AZ Tools

Relative Time Formatter

Time

A live preview of the browser's built-in `Intl.RelativeTimeFormat`. Pick a target date and a base (default: now, updating every second), and see the formatted relative string in your chosen locale. Choose `auto` numeric to get phrasings like `yesterday` and `last week` where the language supports it, or `always` to force `1 day ago` / `1 week ago`. The unit table shows the same difference rendered as each unit — useful when picking which granularity reads best for your UI.

How to use

  1. Pick a target date. Leave the base on `now` for a live ticker, or uncheck to compare two fixed dates.
  2. Switch locale to see how Spanish, Korean, Arabic etc. render the same difference.
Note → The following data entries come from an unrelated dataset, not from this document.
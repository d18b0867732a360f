import type { Router } from 'express';
import { changeAccount, changeMe, createAccount, listAccounts, readMe } from '#shared/account.ts';
import type { Database } from '#server/db.ts';
import { requireMe, route } from '#server/route.ts';
import { changeOwnAccount, insertAccount, listAllAccounts, updateAccount } from './account-store.ts';

export function addAccountRoutes(router: Router, db: Database): void {
  route(router, readMe, async ({ me }) => ({ me }));

  route(router, changeMe, async ({ me, body }) => ({
    me: await changeOwnAccount(db, requireMe(me).id, body),
  }));

  route(router, listAccounts, async () => ({ accounts: await listAllAccounts(db) }));

  route(router, createAccount, async ({ me, body }) => ({
    account: await insertAccount(db, requireMe(me).id, body),
  }));

  route(router, changeAccount, async ({ me, params, body }) => ({
    account: await updateAccount(db, requireMe(me).id, params.accountId, body),
  }));
}
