import { useCallback, useEffect, useMemo, useState } from 'react';
import { zodResolver } from '@hookform/resolvers/zod';
import { replaceEqualDeep, useQueryClient } from '@tanstack/react-query';
import { useForm, useWatch, type Path, type UseFormReturn } from 'react-hook-form';
import type { z } from 'zod';
import type { Crop } from '#shared/catalogue.ts';
import type { MoneyAssumptions } from '#shared/money.ts';
import type { WeighUp } from '#shared/weigh-up.ts';
import { fieldIssues } from '#src/field-issues.ts';
import { findKeptMoney, useKeptMoney } from './kept-money-draft.ts';
import {
  moneyForm,
  savedMoneyForm,
  toAssumptions,
  toMoneyDraft,
  type MoneyDraft,
  type MoneyForm,
} from './money-form.ts';

export type MoneyFormApi = UseFormReturn<MoneyDraft, unknown, MoneyForm>;

export type ReckonedMoney = {
  form: MoneyFormApi;
  /** The weigh-up whose numbers were last put into the panel: what is saved is a change of this revision. */
  base: WeighUp;
  /** Puts the numbers of a weigh-up into the panel, over what was typed. */
  take: (weighUp: WeighUp) => void;
  /** The last numbers that fitted: what the page reckons with. */
  assumptions: MoneyAssumptions;
  areaHectares: number;
  /** Whether what is typed now fits. */
  isValid: boolean;
  /** Whether what is typed is not what is saved. */
  isDirty: boolean;
};

/** The money panel's form, with the assumptions it stands for at every edit. */
export function useMoneyForm(
  weighUp: WeighUp,
  cropNow: Pick<Crop, 'traits' | 'standardMoisturePercent'>,
): ReckonedMoney {
  // A catalogue that is read again meanwhile must not reset what is being typed.
  const [crop] = useState(cropNow);
  const client = useQueryClient();
  const [left] = useState(() => findKeptMoney(client, weighUp));
  const [base, setBase] = useState(left?.base ?? weighUp);
  const form = useForm<MoneyDraft, unknown, MoneyForm>({
    resolver: zodResolver(moneyForm, fieldIssues),
    defaultValues: toMoneyDraft(base, crop),
    mode: 'onChange',
    delayError: pauseMs,
  });
  const take = useCallback(
    (next: WeighUp) => {
      // Another one even where it holds the same: what was left unsaved is over with it.
      setBase({ ...next });
      form.reset(toMoneyDraft(next, crop));
    },
    [form, crop],
  );
  // Of the form's state nothing else is read here, or all that hangs on it would be drawn anew for every check of a field.
  const { isDirty } = form.formState;
  // Saved elsewhere meanwhile: an untouched panel follows, a touched one keeps its base, so that saving meets the conflict.
  if (weighUp.revision !== base.revision && !isDirty && base !== left?.base) setBase(weighUp);
  useEffect(() => {
    const draft = toMoneyDraft(base, crop);
    form.reset(draft);
    // Saved before there were limits: reckoned with, and marked, since it has to be put right before anything is saved.
    if (!moneyForm.safeParse(draft).success) void form.trigger();
    if (left?.base === base) form.reset(left.draft, { keepDefaultValues: true });
  }, [form, base, crop, left]);
  const typed = useWatch({ control: form.control });
  useKeptMoney(form.getValues, isDirty, typed, base);
  const parsed = useMemo(() => moneyForm.safeParse(typed), [typed]);
  useCrossChecks(form, parsed.error);
  const fitting = useLastFitting(parsed.data, () => toMoneyDraft(base, crop));
  const assumptions = useUnchanged(useMemo(() => toAssumptions(fitting, base.assumptions), [fitting, base]));
  return {
    form,
    base,
    take,
    assumptions,
    areaHectares: fitting.areaHectares,
    isValid: parsed.success,
    isDirty,
  };
}

/** Whoever types `258` is not told at `25` that it is under the low price: a figure is refused after a pause, or on leaving. */
const pauseMs = 600;

/** Every figure and choice of the form by its path. */
function listNames(part: object, at: readonly string[] = []): Path<MoneyDraft>[] {
  return Object.entries(part as Record<string, unknown>).flatMap(([key, value]) => {
    const path = [...at, key];
    if (typeof value === 'object' && value !== null) return listNames(value, path);
    // The keys are those of the form.
    return [path.join('.') as Path<MoneyDraft>];
  });
}

/**
 * Prices are held against each other and against costs, costs against prices, while a form checks the field alone that is
 * edited: what no longer holds of the others is taken back at once, what does is said after the pause. One by one, since
 * fields that are checked together are all drawn anew.
 */
function useCrossChecks(form: MoneyFormApi, error: z.ZodError | undefined): void {
  useEffect(() => {
    const issues = error?.issues ?? [];
    const refused = new Set(issues.filter(({ code }) => code === 'custom').map(({ path }) => path.join('.')));
    const names = listNames(form.getValues());
    const isMarked = (name: Path<MoneyDraft>) => form.getFieldState(name).error?.type === 'custom';
    for (const name of names) if (isMarked(name)) void form.trigger(name);
    const timer = setTimeout(() => {
      for (const name of names) if (refused.has(name) && !isMarked(name)) void form.trigger(name);
    }, pauseMs);
    return () => clearTimeout(timer);
  }, [form, error]);
}

/** What fits now, else what fitted last: the page goes on showing figures while a number is being typed. */
function useLastFitting(now: MoneyForm | undefined, readSaved: () => MoneyDraft): MoneyForm {
  const [last, setLast] = useState(() => savedMoneyForm.parse(readSaved()));
  if (now !== undefined && now !== last) setLast(now);
  return now ?? last;
}

/** The same value with every part that is as it was before: what is drawn of that part is not drawn again. */
function useUnchanged<Value>(now: Value): Value {
  const [last, setLast] = useState(now);
  const next = replaceEqualDeep(last, now);
  if (next !== last) setLast(next);
  return next;
}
The shape of the phrase often changes (RTL, particles, gendered nouns).
  3. Use the unit table to compare granularities side-by-side and pick the one that reads best in your interface.

Frequently asked questions

What's the difference between `numeric: auto` and `always`?
`auto` returns idiomatic phrasings when available — `yesterday` instead of `1 day ago`, `last week` instead of `1 week ago`. `always` forces the number, which is what you usually want for a literal duration display. UIs that want chat-style timestamps usually want `auto`.
Why does the same diff give different units?
The main output picks the largest unit where the absolute value ≥ 1 of that unit — so 90 minutes shows as `1 hour ago` even though you could also say `90 minutes ago`. The unit table lets you see every option.